[WORK TASK] Where a line below includes the word "models", copy that line.

Top of EXTRACTED MATERIAL

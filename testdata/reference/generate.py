#!/usr/bin/python3
"""Reference fixtures for apportion's nn and gradattr tests.

Trains small PyTorch models on data that scikit-learn ships (or on seeded
synthetic signals and token sequences), exports them with torch.onnx.export,
and computes for ten held-out rows per model, with torch.autograd in float64,
the outputs, the input gradient of the predicted class, gradient x input,
integrated gradients to the exact integral (zero and training-mean baselines),
SmoothGrad and expected gradients, storing every random draw so that the Go
tests can replay them. For the token model: the outputs, the gradient at the
embedding (Gather) output and integrated gradients there from two baselines,
summed to one attribution per token. For an intermediate value of two models
(reached with torch forward hooks): the value, its gradient and integrated
gradients at that layer; and Grad-CAM on the digits CNN.

Run by hand (not in CI) with Debian's python3-torch, python3-sklearn and
python3-onnx:

    /usr/bin/python3 testdata/reference/generate.py [--only SECTION,...]

Everything is seeded; the files are written next to this script.
"""

import argparse
import io
import json
import os
import sys

import numpy as np
import onnx
import onnx.helper
import onnx.numpy_helper
import sklearn
import torch
import torch.nn as nn
import torch.nn.functional as F
from sklearn.datasets import load_breast_cancer, load_digits, load_wine
from sklearn.model_selection import train_test_split

OUT = os.path.dirname(os.path.abspath(__file__))

ROWS = 10  # held-out rows per model
IG_POINTS = 1 << 15  # midpoint points of the "exact" integral (>= 20,000)
SG_SAMPLES = 50
SG_NOISE = 0.15  # sigma = SG_NOISE * (max - min) of each sample
EG_DRAWS = 200
EG_REFS = 50
CHUNK = 4096  # points per autograd batch
TEXT_VOCAB = 40  # the text classifier's vocabulary, the padding token included
TEXT_LENGTH = 12  # token positions per sequence

torch.set_num_threads(2)


def f32(a):
    """Rounds to float32 and back: every stored input is exact in float32,
    so the float32 and float64 engines see the same sample."""
    return np.asarray(a, dtype=np.float32).astype(np.float64)


class Standardize(nn.Module):
    """(x - mean) / std with the training statistics as buffers, so that the
    exported graph takes raw features."""

    def __init__(self, mean, std):
        super().__init__()
        self.register_buffer("mean", torch.tensor(mean, dtype=torch.float32))
        self.register_buffer("std", torch.tensor(std, dtype=torch.float32))

    def forward(self, x):
        return (x - self.mean) / self.std


class BreastMLP(nn.Module):
    def __init__(self, mean, std):
        super().__init__()
        self.norm = Standardize(mean, std)
        self.fc1 = nn.Linear(30, 16)
        self.fc2 = nn.Linear(16, 8)
        self.fc3 = nn.Linear(8, 2)

    def logits(self, x):
        h = torch.relu(self.fc1(self.norm(x)))
        h = torch.relu(self.fc2(h))
        return self.fc3(h)

    def forward(self, x):
        return self.logits(x)


class DigitsCNN(nn.Module):
    """Conv, ReLU, MaxPool, flatten, Linear (Gemm), Softmax. view=True
    flattens with x.view(x.size(0), -1), which the exporter turns into shape
    arithmetic and a Reshape; view=False uses nn.Flatten (ONNX Flatten)."""

    def __init__(self):
        super().__init__()
        self.conv = nn.Conv2d(1, 8, 3, padding=1)
        self.pool = nn.MaxPool2d(2)
        self.flat = nn.Flatten()
        self.fc = nn.Linear(8 * 4 * 4, 10)
        self.view = False

    def logits(self, x):
        h = self.pool(torch.relu(self.conv(x)))
        h = h.view(h.size(0), -1) if self.view else self.flat(h)
        return self.fc(h)

    def forward(self, x):
        return torch.softmax(self.logits(x), dim=1)


class SignalNet(nn.Module):
    """Conv1d, ReLU, BatchNorm1d, AvgPool1d, Flatten, Linear. The batch norm
    follows the ReLU: directly after a convolution, the exporter's eval-mode
    pass folds it into the convolution's weights (see README.md)."""

    def __init__(self, length):
        super().__init__()
        self.conv = nn.Conv1d(1, 6, 5, padding=2)
        self.bn = nn.BatchNorm1d(6)
        self.pool = nn.AvgPool1d(4)
        self.flat = nn.Flatten()
        self.fc = nn.Linear(6 * (length // 4), 3)

    def logits(self, x):
        h = self.bn(torch.relu(self.conv(x)))
        return self.fc(self.flat(self.pool(h)))

    def forward(self, x):
        return self.logits(x)


class WineMLP(nn.Module):
    """Standardisation, Linear 13-32, LayerNorm, GELU; a residual block
    (Linear 32-32, GELU, added to the block's input, LayerNorm); Linear
    32-3. The output of act1 is read twice, by fc2 and by the residual
    addition."""

    def __init__(self, mean, std):
        super().__init__()
        self.norm = Standardize(mean, std)
        self.fc1 = nn.Linear(13, 32)
        self.ln1 = nn.LayerNorm(32)
        self.act1 = nn.GELU()
        self.fc2 = nn.Linear(32, 32)
        self.act2 = nn.GELU()
        self.ln2 = nn.LayerNorm(32)
        self.head = nn.Linear(32, 3)

    def logits(self, x):
        h = self.act1(self.ln1(self.fc1(self.norm(x))))
        h = self.ln2(h + self.act2(self.fc2(h)))
        return self.head(h)

    def forward(self, x):
        return self.logits(x)


class ErfGelu(nn.Module):
    """GELU in the form the opset-17 export writes nn.GELU(): Div by the
    float32 constant sqrt(2) = 1.4142135381698608, Erf, Add 1, Mul by x, Mul
    by 0.5. torch's own float64 GELU uses the exact 1/sqrt(2); this module
    computes what the exported graph computes in float64."""

    SQRT2 = float(np.float32(np.sqrt(2)))

    def forward(self, x):
        return x * (torch.erf(x / self.SQRT2) + 1.0) * 0.5


def as_exported(wine, onnx_file):
    """Makes the float64 WineMLP compute its exported graph: GELU through
    ErfGelu and the LayerNorm epsilon rounded to float32 as the ONNX
    attribute holds it, after checking that the graph holds those values."""
    m = onnx.load(os.path.join(OUT, onnx_file))
    consts = sorted({float(onnx.numpy_helper.to_array(n.attribute[0].t)) for n in m.graph.node if n.op_type == "Constant"})
    eps = {onnx.helper.get_attribute_value(a) for n in m.graph.node if n.op_type == "LayerNormalization" for a in n.attribute if a.name == "epsilon"}
    if consts != [0.5, 1.0, ErfGelu.SQRT2] or eps != {float(np.float32(1e-5))}:
        sys.exit(f"{onnx_file}: GELU constants {consts} or LayerNormalization epsilon {eps} not as expected")
    wine.act1, wine.act2 = ErfGelu(), ErfGelu()
    wine.ln1.eps = wine.ln2.eps = float(np.float32(1e-5))
    return wine


class ReflectCNN(nn.Module):
    """ReflectionPad2d((1, 2, 1, 0)), Conv 3x3, ReLU, MaxPool 2, Flatten,
    Linear. The padding is asymmetric (left 1, right 2, top 1, bottom 0) so
    that a runtime which reads the exporter's pad chain in the wrong order
    gets the wrong shape or values."""

    def __init__(self):
        super().__init__()
        self.pad = nn.ReflectionPad2d((1, 2, 1, 0))
        self.conv = nn.Conv2d(1, 8, 3)
        self.pool = nn.MaxPool2d(2)
        self.flat = nn.Flatten()
        self.fc = nn.Linear(8 * 3 * 4, 10)

    def logits(self, x):
        return self.fc(self.flat(self.pool(torch.relu(self.conv(self.pad(x))))))

    def forward(self, x):
        return self.logits(x)


class TextCNN(nn.Module):
    """Token ids -> Embedding (vocab x 8) -> Conv1d(8-16, kernel 3, padding 1)
    over the positions -> ReLU -> mean over positions -> Linear 16-3."""

    def __init__(self, vocab):
        super().__init__()
        self.emb = nn.Embedding(vocab, 8)
        self.conv = nn.Conv1d(8, 16, 3, padding=1)
        self.fc = nn.Linear(16, 3)

    def logits(self, ids):
        h = torch.relu(self.conv(self.emb(ids).transpose(1, 2)))
        return self.fc(h.mean(2))

    def forward(self, ids):
        return self.logits(ids)


def accuracy(model, x, y, dtype=torch.float32):
    with torch.no_grad():
        p = model.logits(torch.tensor(x, dtype=dtype)).argmax(1).numpy()
    return float((p == y).mean())


def train(model, x, y, epochs, lr, batch=64, seed=0, dtype=torch.float32):
    g = torch.Generator().manual_seed(seed)
    xt = torch.tensor(x, dtype=dtype)
    yt = torch.tensor(y, dtype=torch.long)
    opt = torch.optim.Adam(model.parameters(), lr=lr)
    model.train()
    for _ in range(epochs):
        perm = torch.randperm(len(xt), generator=g)
        for i in range(0, len(xt), batch):
            idx = perm[i : i + batch]
            opt.zero_grad()
            loss = F.cross_entropy(model.logits(xt[idx]), yt[idx])
            loss.backward()
            opt.step()
    model.eval()
    return accuracy(model, x, y, dtype)


def export(model, shape, path, opset, dynamic, dtype=torch.float32, input_name="x", **kw):
    dummy = torch.zeros((1,) + tuple(shape), dtype=dtype)
    axes = {input_name: {0: "N"}, "y": {0: "N"}} if dynamic else None
    buf = io.BytesIO()
    torch.onnx.export(
        model, dummy, buf, opset_version=opset, input_names=[input_name],
        output_names=["y"], dynamic_axes=axes, **kw)
    data = buf.getvalue()
    with open(os.path.join(OUT, path), "wb") as f:
        f.write(data)
    m = onnx.load_from_string(data)
    onnx.checker.check_model(m)
    ops = sorted({n.op_type for n in m.graph.node})
    check_weights(model, m, path)
    return ops, [n.op_type for n in m.graph.node]


def check_weights(model, m, path):
    """Every float initializer must equal, bit for bit, a float32 parameter or
    buffer of the module: then the float64 module (model.double()) is the
    exported graph computed in float64."""
    params = [p.detach().numpy() for p in list(model.parameters()) + list(model.buffers())
              if p.dtype == torch.float32]
    for init in m.graph.initializer:
        a = onnx.numpy_helper.to_array(init)
        if a.dtype != np.float32:
            continue
        if not any(p.shape == a.shape and np.array_equal(p, a) for p in params):
            sys.exit(f"{path}: initializer {init.name} {a.shape} matches no module tensor")


def grad_of(model, x, target):
    """Outputs and the gradient of out[i, target[i]] w.r.t. x[i] (float64)."""
    x = torch.tensor(x, dtype=torch.float64, requires_grad=True)
    out = model(x)
    t = torch.as_tensor(target, dtype=torch.long)
    out.gather(1, t.view(-1, 1)).sum().backward()
    return out.detach().numpy(), x.grad.detach().numpy()


def chunked_grad_mean(model, pts, target, shape):
    """Mean over rows of pts of the gradient of output `target`."""
    total = np.zeros(int(np.prod(shape)))
    for i in range(0, len(pts), CHUNK):
        p = pts[i : i + CHUNK]
        _, g = grad_of(model, p.reshape((-1,) + tuple(shape)), np.full(len(p), target))
        total += g.reshape(len(p), -1).sum(0)
    return total / len(pts)


def integrated_gradients(model, x, base, target, shape):
    """IG_i = (x_i - x'_i) * (1/M) sum_j dF(x' + a_j (x - x'))/dx_i with the
    midpoint nodes a_j = (j + 1/2)/M: the path integral of Sundararajan, Taly &
    Yan 2017, eq. 1, by a midpoint sum."""
    alpha = (np.arange(IG_POINTS) + 0.5) / IG_POINTS
    pts = base[None, :] + alpha[:, None] * (x - base)[None, :]
    return (x - base) * chunked_grad_mean(model, pts, target, shape)


def target_out(model, x, target, shape):
    with torch.no_grad():
        out = model(torch.tensor(x.reshape((-1,) + tuple(shape)), dtype=torch.float64))
    return out[:, target].numpy()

Bottom of EXTRACTED MATERIAL

[PROBLEM SOLUTION]
Trains small PyTorch models on data that scikit-learn ships (or on seeded
summed to one attribution per token. For an intermediate value of two models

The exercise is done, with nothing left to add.